At argument and in its brief, Encompass stated that the effective date of the merger was January 12, 2004. The record is unclear, however, because Encompass' Petition for Appraisal refers to the effective date as January 9, 2004. The Court's analysis is the same whichever date is correct.

After hearing argument on July 7, 2004, Judge McGuire ruled that, although the Bankruptcy Court did have subject matter jurisdiction to appraise the shares, he would abstain. Accordingly, the Bankruptcy Court entered an order dismissing the adversary proceeding without prejudice. On July 16, 2004, Encompass filed its Petition for Appraisal in this Court.

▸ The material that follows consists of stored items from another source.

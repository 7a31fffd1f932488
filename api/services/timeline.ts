import { eq, sql, type SQL } from 'drizzle-orm';
import type { AlertKind, AlertSeverity } from '@shared/alerts/kinds';
import { parameterCatalogue } from '@shared/parameters/catalogue';
import type { ParameterKey } from '@shared/parameters/keys';
import { formatValue } from '@shared/parameters/units';
import { tipCategoryLabels, type TipCategory } from '@shared/schemas/care-tips';
import { livestockStatusLabels } from '@shared/schemas/livestock';
import type { LivestockStatus } from '@shared/schemas/livestock-status';
import {
  encodeTimelineCursor,
  timelineKinds,
  type TimelineEntry,
  type TimelineKind,
  type TimelinePage,
  type TimelineQuery,
} from '@shared/schemas/timeline';
import { reportSummary } from '@shared/schemas/visit-summary';
import { visitKindLabels, visitReportContent, type VisitKind } from '@shared/schemas/visits';
import { markdownToPlainText } from '@shared/text/markdown';
import { formatDateTime } from '@shared/text/dates';
import { urgentCategoryNames, type UrgentCategory } from '@shared/urgent/categories';
import { urgentStatusNames, type UrgentStatus } from '@shared/urgent/lifecycle';
import type { Db } from '../db/client';
import { companies, type tanks } from '../db/schema/index';
import { findTankFor } from '../policy/index';
import type { Actor } from './actors';
import { companySpeciesId, resolveSpecies } from './species';

type TankRow = typeof tanks.$inferSelect;

/** One row of the union: what every source selects, its own facts in `data`. */
type TimelineRow = {
  kind: TimelineKind;
  id: string;
  /** ISO text to the millisecond: the sort key and the cursor are cut to what a JS date holds. */
  at_iso: string;
  data: Record<string, unknown>;
};

type EntryWords = Pick<TimelineEntry, 'title' | 'summary' | 'link' | 'editedAt' | 'body' | 'photoId'>;

interface Context {
  db: Db;
  tank: TankRow;
}

interface TimelineSource {
  /**
   * One tank's rows of this kind as `id`, `at` (timestamptz) and `data` (jsonb). Built only from
   * what the tank's owners may read: published reports, never a draft or a visit's planning note.
   */
  rows(tank: TankRow): SQL;
  /** The words of a page's rows of this kind, in the order given. */
  describe(rows: TimelineRow[], context: Context): Promise<EntryWords[]> | EntryWords[];
}

const tankLink = (tank: TankRow, query = '') => `/tanks/${tank.id}${query}`;

/** A short line from longer text: whitespace folded, cut at a word near `max` characters. */
function shortLine(text: string, max = 160): string {
  const folded = text.replace(/\s+/g, ' ').trim();
  if (folded.length <= max) return folded;
  const cut = folded.slice(0, max);
  const space = cut.lastIndexOf(' ');
  return `${(space > max / 2 ? cut.slice(0, space) : cut).replace(/[\s,.;:–-]+$/, '')}…`;
}

interface VisitData {
  visitKind: VisitKind;
  report: unknown;
  technician: string | null;
  editedAt: string | null;
}

interface LivestockData {
  status: LivestockStatus;
  note: string | null;
  first: boolean;
  catalogueSpeciesId: string | null;
  companySpeciesId: string | null;
  nickname: string | null;
  quantity: number;
}

interface AlertData {
  type: 'opened' | 'escalated' | 'resolved';
  severity: AlertSeverity;
  /** The reading the event was judged on, in stored units. */
  value: number | null;
  note: string | null;
  alertKind: AlertKind;
  parameter: ParameterKey | null;
  direction: string | null;
}

/**
 * What an alert is about, in words that stay true for each of its events. The alert row's own
 * title is rewritten at every change ("… back within limits" once resolved), and its events keep
 * no words of their own, so an event's entry is told from the alert's cause instead.
 */
function alertSubject({ alertKind, parameter, direction }: AlertData): string {
  const label = parameter ? parameterCatalogue[parameter].label : 'A reading';
  switch (alertKind) {
    case 'limit':
      return `${label} too ${direction === 'low' ? 'low' : 'high'}`;
    case 'rate':
      return `${label} ${direction === 'falling' ? 'falling' : 'rising'} fast`;
    case 'livestock':
      return `${label} too ${direction === 'low' ? 'low' : 'high'} for some of the livestock`;
    case 'free-ammonia':
      return 'Harmful free ammonia';
    case 'device-stale':
      return 'A device stopped reporting';
    case 'test-overdue':
      return `${label} test overdue`;
  }
}

interface TipData {
  title: string;
  category: TipCategory;
  body: string;
  photoId: string | null;
}

const severityWords: Readonly<Record<AlertSeverity, string>> = {
  notice: 'Notice',
  warning: 'Warning',
  critical: 'Critical',
};

interface UrgentData {
  type: UrgentStatus;
  requestId: string;
  category: UrgentCategory;
  description: string;
  actor: string | null;
  note: string;
  eta: string | null;
}

const isoText = (column: string) => `to_char(${column} at time zone 'UTC', 'YYYY-MM-DD"T"HH24:MI:SS.MS"Z"')`;

/**
 * Every kind of entry and where it comes from. Adding a kind to `timelineKinds` makes this record
 * incomplete until its source is written here; nothing else in the service changes.
 */
const sources: Record<TimelineKind, TimelineSource> = {
  visit: {
    rows: (tank) => sql`
      select v.id, v.published_at as at, jsonb_build_object(
        'visitKind', v.kind, 'report', v.published, 'technician', u.name,
        'editedAt', ${sql.raw(isoText('v.edited_at'))}) as data
      from visits v
      -- The visit's technician; whoever published it when none is named (as the news of it says).
      left join users u on u.id = coalesce(v.technician_id, v.published_by)
      where v.tank_id = ${tank.id} and v.published_at is not null and v.published is not null`,
    describe: (rows, { tank }) =>
      rows.map((row) => {
        const data = row.data as unknown as VisitData;
        const summary = reportSummary(visitReportContent.parse(data.report));
        return {
          title: `Visit report: ${visitKindLabels[data.visitKind].toLowerCase()}`,
          summary: [data.technician ? `By ${data.technician}.` : '', summary].filter(Boolean).join(' '),
          link: tankLink(tank, `?section=visits&visit=${row.id}`),
          editedAt: data.editedAt,
          body: null,
          photoId: null,
        };
      }),
  },
  livestock: {
    rows: (tank) => sql`
      select e.id, e.changed_at as at, jsonb_build_object(
        'status', e.status, 'note', e.note,
        'first', row_number() over (partition by e.livestock_id order by e.changed_at, e.created_at, e.id) = 1,
        'catalogueSpeciesId', l.catalogue_species_id, 'companySpeciesId', l.company_species_id,
        'nickname', l.nickname, 'quantity', l.quantity) as data
      from livestock_status_events e
      join livestock l on l.id = e.livestock_id
      where l.tank_id = ${tank.id}`,
    async describe(rows, { db, tank }) {
      const all = rows.map((row) => row.data as unknown as LivestockData);
      const speciesIdOf = (data: LivestockData) =>
        data.catalogueSpeciesId ?? companySpeciesId(data.companySpeciesId!);
      const species = await resolveSpecies(db, tank.companyId, all.map(speciesIdOf));
      return all.map((data) => {
        const common = species.get(speciesIdOf(data))?.commonName ?? 'An animal';
        const name = [
          data.quantity > 1 ? `${common} ×${data.quantity}` : common,
          data.nickname ? `(${data.nickname})` : '',
        ]
          .filter(Boolean)
          .join(' ');
        const condition = livestockStatusLabels[data.status];
        const title = data.first
          ? `Added: ${name}`
          : data.status === 'removed' || data.status === 'died'
            ? `${condition}: ${name}`
            : `${name.charAt(0).toUpperCase()}${name.slice(1)} — ${condition.toLowerCase()}`;
        return {
          title,
          summary: data.note ? shortLine(data.note) : `Condition: ${condition.toLowerCase()}.`,
          link: tankLink(tank, '?section=livestock'),
          editedAt: null,
          body: null,
          photoId: null,
        };
      });
    },
  },
  alert: {
    rows: (tank) => sql`
      select ev.id, ev.at, jsonb_build_object(
        'type', ev.type, 'severity', ev.severity, 'value', ev.value, 'note', ev.note,
        'alertKind', a.kind, 'parameter', a.parameter, 'direction', a.direction) as data
      from alert_events ev
      join alerts a on a.id = ev.alert_id
      where a.tank_id = ${tank.id} and ev.type in ('opened', 'escalated', 'resolved')`,
    describe: (rows, { tank }) =>
      rows.map((row) => {
        const data = row.data as unknown as AlertData;
        const subject = alertSubject(data);
        const severity = severityWords[data.severity];
        const reading =
          data.parameter && data.value !== null
            ? `, reading ${formatValue(data.parameter, data.value, { trim: true })}`
            : '';
        const words = {
          opened: { title: `Alert opened: ${subject}`, summary: `${severity}${reading}.` },
          escalated: {
            title: `Alert now ${severity.toLowerCase()}: ${subject}`,
            summary: data.note ?? `Now ${severity.toLowerCase()}${reading}.`,
          },
          resolved: {
            title: `Alert resolved: ${subject}`,
            // Staff say what they did; the engine closes an alert once its cause has cleared.
            summary: data.note ?? 'The cause cleared and the alert closed by itself.',
          },
        }[data.type];
        return {
          title: words.title,
          summary: shortLine(words.summary),
          // Where alert notifications lead: the tank's summary, which lists its open and recent alerts.
          link: tankLink(tank),
          editedAt: null,
          body: null,
          photoId: null,
        };
      }),
  },
  tip: {
    rows: (tank) => sql`
      select t.id, r.delivered_at as at, jsonb_build_object(
        'title', t.title, 'category', t.category, 'body', t.body, 'photoId', t.photo_id) as data
      from care_tip_tanks r
      join care_tips t on t.id = r.tip_id
      where r.tank_id = ${tank.id} and t.company_id = ${tank.companyId}
        and t.withdrawn_at is null and t.status <> 'withdrawn'`,
    describe: (rows, { tank }) =>
      rows.map((row) => {
        const data = row.data as unknown as TipData;
        return {
          title: data.title,
          summary: shortLine(`${tipCategoryLabels[data.category]}: ${markdownToPlainText(data.body)}`),
          link: tankLink(tank, `?section=timeline&tip=${row.id}`),
          editedAt: null,
          body: data.body,
          photoId: data.photoId,
        };
      }),
  },
  urgent: {
    // Owners follow the status; escalations are the company's own business and never shown here.
    rows: (tank) => sql`
      select e.id, e.at, jsonb_build_object(
        'type', e.type, 'requestId', r.id, 'category', r.category, 'description', r.description,
        'actor', e.actor_name, 'note', e.note, 'eta', ${sql.raw(isoText('e.eta'))}) as data
      from urgent_request_events e
      join urgent_requests r on r.id = e.request_id
      where r.tank_id = ${tank.id} and e.type <> 'escalated'`,
    async describe(rows, { db, tank }) {
      const zone = await tankZone(db, tank);
      return rows.map((row) => {
        const data = row.data as unknown as UrgentData;
        const expected = data.eta ? `Expected by ${formatDateTime(data.eta, zone)}.` : '';
        const summaries: Record<UrgentStatus, string> = {
          requested: `Asked by ${data.actor ?? 'the owner'}: ${data.description}`,
          acknowledged: [expected, data.note].filter(Boolean).join(' '),
          assigned: [expected || 'A technician is on it.', data.note].filter(Boolean).join(' '),
          'on-the-way': [expected, data.note].filter(Boolean).join(' '),
          'on-site': data.note || 'The technician is at the tank.',
          resolved: data.note || 'The request is closed.',
          // The reason given for declining is the event's note.
          declined: data.note,
        };
        return {
          title:
            data.type === 'requested'
              ? `Urgent visit requested: ${urgentCategoryNames[data.category].label}`
              : `Urgent visit: ${urgentStatusNames[data.type]}`,
          summary: shortLine(summaries[data.type]),
          link: `/urgent/${data.requestId}`,
          editedAt: null,
          body: null,
          photoId: null,
        };
      });
    },
  },
};

/**
 * The sort order of the feed, newest first; equal times fall back to the kind, then the id, so the
 * order is total and a cursor names exactly one place in it.
 */
const order = sql`entries.at desc, entries.kind collate "C" asc, entries.id desc`;

async function tankZone(db: Db, tank: TankRow): Promise<string> {
  if (tank.timeZone) return tank.timeZone;
  const [company] = await db
    .select({ timeZone: companies.timeZone })
    .from(companies)
    .where(eq(companies.id, tank.companyId));
  return company!.timeZone;
}

/**
 * One tank's story, newest first, for anyone who may read the tank (another company's or another
 * owner's tank is a 404): published visit reports, livestock changes, alerts opened, escalated and
 * resolved, the care tips it received that were not withdrawn, and each change of its urgent visit
 * requests.
 */
export async function tankTimeline(
  db: Db,
  actor: Actor,
  tankId: string,
  query: TimelineQuery,
): Promise<TimelinePage> {
  const tank = await findTankFor(db, actor, tankId, 'read');
  const kinds = query.kinds && query.kinds.length > 0 ? query.kinds : timelineKinds;
  const union = sql.join(
    kinds.map(
      (kind) => sql`select ${kind}::text as kind, s.id, date_trunc('milliseconds', s.at) as at, s.data
        from (${sources[kind].rows(tank)}) s`,
    ),
    sql` union all `,
  );
  const before = query.before;
  // Keyset on (at desc, kind asc, id desc): rows written after the first page (newer, so above
  // the cursor) never shift the pages that follow, and nothing is skipped or shown twice.
  const after = before
    ? sql`where entries.at < ${before.at}::timestamptz
        or (entries.at = ${before.at}::timestamptz and entries.kind collate "C" > ${before.kind})
        or (entries.at = ${before.at}::timestamptz and entries.kind = ${before.kind} and entries.id < ${before.id}::uuid)`
    : sql``;
  const result = await db.execute<TimelineRow>(sql`
    select kind, id, ${sql.raw(isoText('entries.at'))} as at_iso, data
    from (${union}) entries
    ${after}
    order by ${order}
    limit ${query.limit + 1}`);
  const rows = result.rows.slice(0, query.limit);

  const timeZone = await tankZone(db, tank);
  const words = new Map<TimelineRow, EntryWords>();
  for (const kind of kinds) {
    const ofKind = rows.filter((row) => row.kind === kind);
    if (ofKind.length === 0) continue;
    const described = await sources[kind].describe(ofKind, { db, tank });
    ofKind.forEach((row, index) => words.set(row, described[index]!));
  }
  const entries = rows.map((row) => ({
    kind: row.kind,
    id: row.id,
    at: row.at_iso,
    timeZone,
    ...words.get(row)!,
  }));
  const last = entries.at(-1);
  return {
    entries,
    next: result.rows.length > query.limit && last ? encodeTimelineCursor(last) : null,
  };
}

Transcript of Proceeding ("Bankruptcy Tr."), Encompass Servs. Holding Corp. v. Prosero, Inc., No. 04-3274-H4-ADV at 3-4 (Bankr. S.D. Tex. July 7, 2004), attached to the Affidavit of Richard M. Donaldson ("Donaldson Aff."), Ex. B.

Donaldson Aff. Ex. D.

Prosero filed a Motion to Dismiss based on Encompass' failure to comply with § 262's 120-day filing deadline. Encompass admits that its filing with this Court occurred after the 120-day period for filing expired. Encompass argues, however, that it could not have filed its original appraisal action in this Court because the Bankruptcy Court had exclusive jurisdiction until it abstained. Encompass contends that it had no other option and that its good faith filing in another court of competent jurisdiction equitably tolled the filing deadline. Prosero disagrees, arguing that (1) § 262 of the DGCL has no tolling provision and equitable tolling is not applicable, (2) § 262 gives exclusive jurisdiction to the Court of Chancery, and (3) the Bankruptcy Court did not have jurisdiction because Encompass' appraisal claim was not "related to" the bankruptcy case.

II. ANALYSIS

When considering a motion to dismiss under Rule 12(b)(6), the court must assume the truthfulness of all well-pled allegations in the complaint and view those facts, and all reasonable inferences drawn from them, in a light most favorable to the plaintiff. Dismissal is appropriate under Rule 12(b)(6) only when it appears with reasonable certainty that the plaintiff would not be entitled to relief under any set of facts that can be inferred from the pleadings. Where a complaint itself alleges facts that show the complaint was filed too late, the matter is properly raised by a motion to dismiss.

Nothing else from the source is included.